When YMatrix falls back to the legacy planner, the query plan is influenced by the legacy optimizer’s configuration parameters. For details, see Operator Control Parameters.

Unsupported SQL Features with ORCA

The following SQL features are not supported when ORCA is enabled:

  • Index expressions (indexes defined on expressions over one or more table columns).
  • GIN index access method. ORCA supports only B-tree, bitmap, and GiST indexes.
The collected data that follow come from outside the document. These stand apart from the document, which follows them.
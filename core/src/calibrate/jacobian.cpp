#include "jacobian.hpp"

#include <algorithm>
#include <atomic>
#include <cmath>

#include "triaxcal/sensitivity.hpp"

namespace triaxcal::detail {

bool residuals(const Prepared& p, const Evaluator& ev, Eigen::VectorXd& d) {
  d.resize(p.points);
  Eigen::Index k = 0;
  for (std::size_t t = 0; t < p.tests.size(); ++t) {
    const auto& o = ev.outcome(static_cast<int>(t));
    if (!o.ok) return false;
    std::size_t i = 0;
    for (const auto& c : p.tests[t].curves)
      for (std::size_t j = 0; j < c.xs.size(); ++j, ++i) d[k++] = o.simulated[i] - c.ys[j];
  }
  return true;
}

int jacobian(const Prepared& p, const std::vector<double>& unit, const Eigen::VectorXd& d0, double h,
             Differences scheme, const std::vector<SubstepPlan>* plans, const JobRunner& run, Eigen::MatrixXd& J,
             std::vector<bool>& have) {
  const std::size_t n = p.free.size();
  // Job 2k: u_k + h (u_k - h at the upper bound for forward differences); job 2k + 1: u_k - h
  // (central only). Steps are cut at the bounds of the unit box.
  const bool central = scheme == Differences::central;
  const int per = central ? 2 : 1;
  const int jobs = per * static_cast<int>(n);
  std::vector<std::vector<double>> at(static_cast<std::size_t>(jobs), unit);
  std::vector<Eigen::VectorXd> shifted(static_cast<std::size_t>(jobs));
  std::vector<char> ok(static_cast<std::size_t>(jobs), 0);
  for (std::size_t k = 0; k < n; ++k) {
    const double up = std::min(1.0, unit[k] + h), down = std::max(0.0, unit[k] - h);
    if (central) {
      at[2 * k][k] = up;
      at[2 * k + 1][k] = down;
    } else {
      at[k][k] = up > unit[k] ? up : down;
    }
  }
  run(jobs, [&](int job, Evaluator& ev) {
    const auto i = static_cast<std::size_t>(job);
    const bool built = ev.simulate(p.values(at[i]), plans != nullptr ? PlanMode::replay : PlanMode::none, plans);
    ok[i] = built && residuals(p, ev, shifted[i]) ? 1 : 0;
  });
  J.setZero(p.points, static_cast<Eigen::Index>(n));
  have.assign(n, true);
  for (std::size_t k = 0; k < n; ++k) {
    const auto col = static_cast<Eigen::Index>(k);
    if (central) {
      const std::size_t a = 2 * k, b = 2 * k + 1;
      const double ua = at[a][k], ub = at[b][k];
      if (ok[a] && ok[b] && ua != ub) {
        J.col(col) = (shifted[a] - shifted[b]) / (ua - ub);
        continue;
      }
      if (ok[a] && ua != unit[k]) {
        J.col(col) = (shifted[a] - d0) / (ua - unit[k]);
        continue;
      }
      if (ok[b] && ub != unit[k]) {
        J.col(col) = (d0 - shifted[b]) / (unit[k] - ub);
        continue;
      }
    } else if (ok[k] && at[k][k] != unit[k]) {
      J.col(col) = (shifted[k] - d0) / (at[k][k] - unit[k]);
      continue;
    }
    have[k] = false;
  }
  return jobs;
}

int exact_jacobian(const Prepared& p, const std::vector<double>& unit, const Eigen::VectorXd& d0,
                   const std::vector<SubstepPlan>* plans, const JobRunner& run, Eigen::MatrixXd& J) {
  const std::size_t n = p.free.size();
  const ParameterValues values = p.values(unit);
  std::unique_ptr<Model> model;
  try {
    model = p.problem->create(values);
  } catch (const std::exception&) {
    return -1;
  }
  const std::size_t np = values.size();
  const int passes = static_cast<int>((n + kDualLanes - 1) / kDualLanes);
  // Seeds of each pass: d(parameter i) / d(u_k) for the pass's free parameters k, one a lane.
  std::vector<std::unique_ptr<DualModel>> duals(static_cast<std::size_t>(passes));
  for (int pass = 0; pass < passes; ++pass) {
    std::vector<double> seeds(np * kDualLanes, 0.0);
    for (int lane = 0; lane < kDualLanes; ++lane) {
      const std::size_t k = static_cast<std::size_t>(pass * kDualLanes + lane);
      if (k >= n) break;
      const auto free_index = static_cast<std::size_t>(p.free[k]);
      seeds[free_index * kDualLanes + static_cast<std::size_t>(lane)] = p.slope(static_cast<int>(k), values[free_index]);
      if (p.ties.empty()) continue;
      std::vector<double> up = unit, down = unit;
      up[k] = std::min(1.0, unit[k] + 1e-6);
      down[k] = std::max(0.0, unit[k] - 1e-6);
      const ParameterValues vu = p.values(up), vd = p.values(down);
      for (const auto& [index, expression] : p.ties) {
        (void)expression;
        const auto i = static_cast<std::size_t>(index);
        seeds[i * kDualLanes + static_cast<std::size_t>(lane)] = (vu[i] - vd[i]) / (up[k] - down[k]);
      }
    }
    try {
      duals[static_cast<std::size_t>(pass)] = model->with_derivatives(seeds);
    } catch (const std::exception&) {
      return -1;
    }
    if (duals[static_cast<std::size_t>(pass)] == nullptr) return -1;
  }
  // Row offset of each test's first compared point.
  const std::size_t tests = p.tests.size();
  std::vector<Eigen::Index> first(tests + 1, 0);
  for (std::size_t t = 0; t < tests; ++t) first[t + 1] = first[t] + p.tests[t].points;
  J.setZero(p.points, static_cast<Eigen::Index>(n));
  std::atomic<bool> ok{true};
  const int jobs = passes * static_cast<int>(tests);
  run(jobs, [&](int job, Evaluator&) {
    const int pass = job / static_cast<int>(tests);
    const auto t = static_cast<std::size_t>(job % static_cast<int>(tests));
    const PreparedTest& pt = p.tests[t];
    thread_local DualSimulationResult result;
    thread_local std::vector<Dual> simulated;
    try {
      simulate(p.problem->driver, *duals[static_cast<std::size_t>(pass)], pt.protocol, result, true,
               plans != nullptr && !p.problem->driver.fixed_steps ? &(*plans)[t] : nullptr);
    } catch (const std::exception&) {
      ok = false;
      return;
    }
    if (!result.ok()) {
      ok = false;
      return;
    }
    simulated.resize(static_cast<std::size_t>(pt.points));
    Dual* out = simulated.data();
    for (const PreparedCurve& c : pt.curves) {
      interpolate_curve(result, c, out);
      out += c.xs.size();
    }
    std::size_t i = 0;
    for (const PreparedCurve& c : pt.curves)
      for (std::size_t j = 0; j < c.xs.size(); ++j, ++i) {
        const Eigen::Index row = first[t] + static_cast<Eigen::Index>(i);
        // The dual run's value is the double run's residual plus the measured value, to rounding
        // (the same substeps and decisions; the operations' order differs in places, and a path
        // through liquefaction amplifies that to about 1e-8 of the range, seen on the Gannet Reach
        // sand tests); more than 1e-6 of the range is a run that left the plan's path.
        const double value = simulated[i].a - c.ys[j];
        if (!std::isfinite(value) || std::abs(value - d0[row]) > 1e-6 * (std::abs(c.ys[j]) + c.range)) {
          ok = false;
          return;
        }
        for (int lane = 0; lane < kDualLanes; ++lane) {
          const std::size_t k = static_cast<std::size_t>(pass * kDualLanes + lane);
          if (k < n) J(row, static_cast<Eigen::Index>(k)) = simulated[i].v[lane];
        }
      }
  });
  if (!ok) return -1;
  return passes;
}

JacobianTaken take_jacobian(const Prepared& p, Sensitivities sensitivities, const std::vector<double>& unit,
                            const Eigen::VectorXd& d0, double h, Differences scheme,
                            const std::vector<SubstepPlan>* plans, const JobRunner& run, Eigen::MatrixXd& J,
                            std::vector<bool>& have) {
  const int passes = sensitivities == Sensitivities::exact ? exact_jacobian(p, unit, d0, plans, run, J) : -1;
  if (passes >= 0) {
    have.assign(p.free.size(), true);
    return {passes, true};
  }
  return {jacobian(p, unit, d0, h, scheme, plans, run, J, have), false};
}

}  // namespace triaxcal::detail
Indexes created with unsupported methods are ignored.
  • External parameters.
  • The following types of partitioned tables:
    • Non-uniform partitioned tables.
    • Partitioned tables modified to use an external table as a leaf child partition.
  • Sort-Merge Join (SMJ).
  • Ordered aggregates.
  • Analytic extensions:
    • CUBE
    • Multiple grouping sets
  • Scalar operators:
    • ROW
    • ROWCOMPARE
    • FIELDSELECT
  • Aggregate functions that take set-returning operators as input arguments.
  • *`percentile_` window functions** (YMatrix does not support ordered-set aggregate functions).
  • Inverse distribution functions.
  • Queries that execute functions defined with the ON MASTER or ON ALL SEGMENTS attributes.
  • Queries containing Unicode characters in metadata names (e.g., table names) that are incompatible with the host system’s locale.
  • SELECT, UPDATE, and DELETE commands that use the ONLY keyword to reference a table name.